Adrian Newstead OAM, Director of Coo-ee Aboriginal Art Gallery and long-time advocate for Indigenous art, explains that the art world is an elitist construct. Artists become ‘collectable’ according to the number of exhibitions they are given at reputable galleries, along with the list of awards they receive, and the collecting institutions their work is acquired by.

He was one of a number of speakers at last year’s forum on Ethical Trade in Indigenous Art hosted by Leichhardt Council. Newstead asserts that buying direct from the federally-funded Art Centres (such as those represented by Desart and ANKAAA) can erode the market value of an artist’s work in the primary market. As do the prices received in low quality auctions when works flow back into the market as collectors sell off poor quality paintings with dubious provenance.

But his was not the only view expressed. There were dissenters: Curator Franchesca Cubillo  and artist Lizzie Marrkilyi Ellis advocating strongly for visiting and buying direct from the Art Centres. Others questioned what ethical practice means in a world full of inequity. To listen to the arguments for and against buying Aboriginal art direct from an Art Centre, go to the online transcript and audio.

It’s important to understand the lack of enterprise opportunities faced by indigenous people living in remote areas, and the role of the Art Centres. It is important to be confident about the transparency and honesty of relationships between individual Aboriginal artists who chose to works outside of the Art Centre system and the agents, dealers and galleries who represent them. It is helpful to understand the way the primary art market intersects with those networks.

Art Centres which represent hundreds of artists, regulate production and document the artworks produced, and in many cases support the educative, health, and housing needs of the community. They are the arteries by which services and supplies are procured and are a critical hub in the lives of people who live in remote communities and close by on their traditional lands. If you choose to buy direct from an Art Centre, don’t be tight-fisted. Buy the art you like at the price that is asked. In communities where artists paint to live, collective responsibility means that what an artist earns is shared. Be aware that children may be ill, elders needy.

Closer to the city you can buy art through reputable commercial galleries or from Art Centres participating in industry art fairs.

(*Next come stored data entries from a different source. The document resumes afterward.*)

#!/usr/bin/env bash
# screenshot_check.sh opens the real Kinetarium window under a virtual X
# display (xvfb-run), runs the default example (or the model file $1),
# saves a screenshot and checks it is a real picture: a PNG of at least
# 800×500 pixels with more than 50 distinct colours, not nearly one colour.
# It does the same with the Diagram view (--view diagram) and checks the
# diagram's region, and with measurements over the curves (--data), the fit
# window (--view fit) and the sensitivity window (--view sensitivity). Set
# SHOT, SHOT_DIAGRAM, SHOT_DATA, SHOT_FIT, SHOT_SENS to keep the pictures.
set -euo pipefail
cd "$(dirname "$0")/.."
if [[ $# -gt 0 ]]; then export MODEL=$(realpath "$1"); fi
go test -count=1 -tags xvfb -run '^TestScreenshot(Diagram|Measurements|Fit|Sensitivity)?$' ./app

The commercial gallery sector and the secondary market (which includes auction houses and art consultants) play an important role in setting and maintaining the retail market value of each artist’s work. This is vital to the long-term reputation of individual artists and the viability of remote community Art Centres.

So informed and ethical buying may involve a long learning curve. If you are in Sydney visit Boomalli Aboriginal Artists Cooperative in Leichhardt. They specialise in supporting the work of NSW Indigenous artists and the artists directly. They have a stock room, a large exhibition space, and they’re involved in various regional projects. 

Here’s a few tips if you are in the market for Indigenous art:

  • Be clear about what you want and choose the outlet to suit your needs. If you want your money to go to a particular community, then buy from an Art Centre. If you are after the best work of an individual artist work buy from the primary market.
  • Have a look at what’s in our national collections.
  • Visit commercial galleries with good reputations, expertise, and industry standing in dealing directly with the Art Centres, and who invest in communities and mentor artists.
  • Be informed about provenance. Ask questions about the documentation provided by galleries and auction houses.
  • Consult the professional arts industry advocacy bodies such as the Indigenous Art Code, the Australian Aboriginal Art Association, the Australian Commercial Galleries Association and the Art Consulting Association of Australia. They ensure you are buying ethically sourced artworks at a realistic market value.

And while you’re at it, keep Newstead’s words in mind: “The most important thing about Aboriginal art and Australia is the bridge that it builds between black people and white people in this country. It has been a vital part of the reconciliation process.”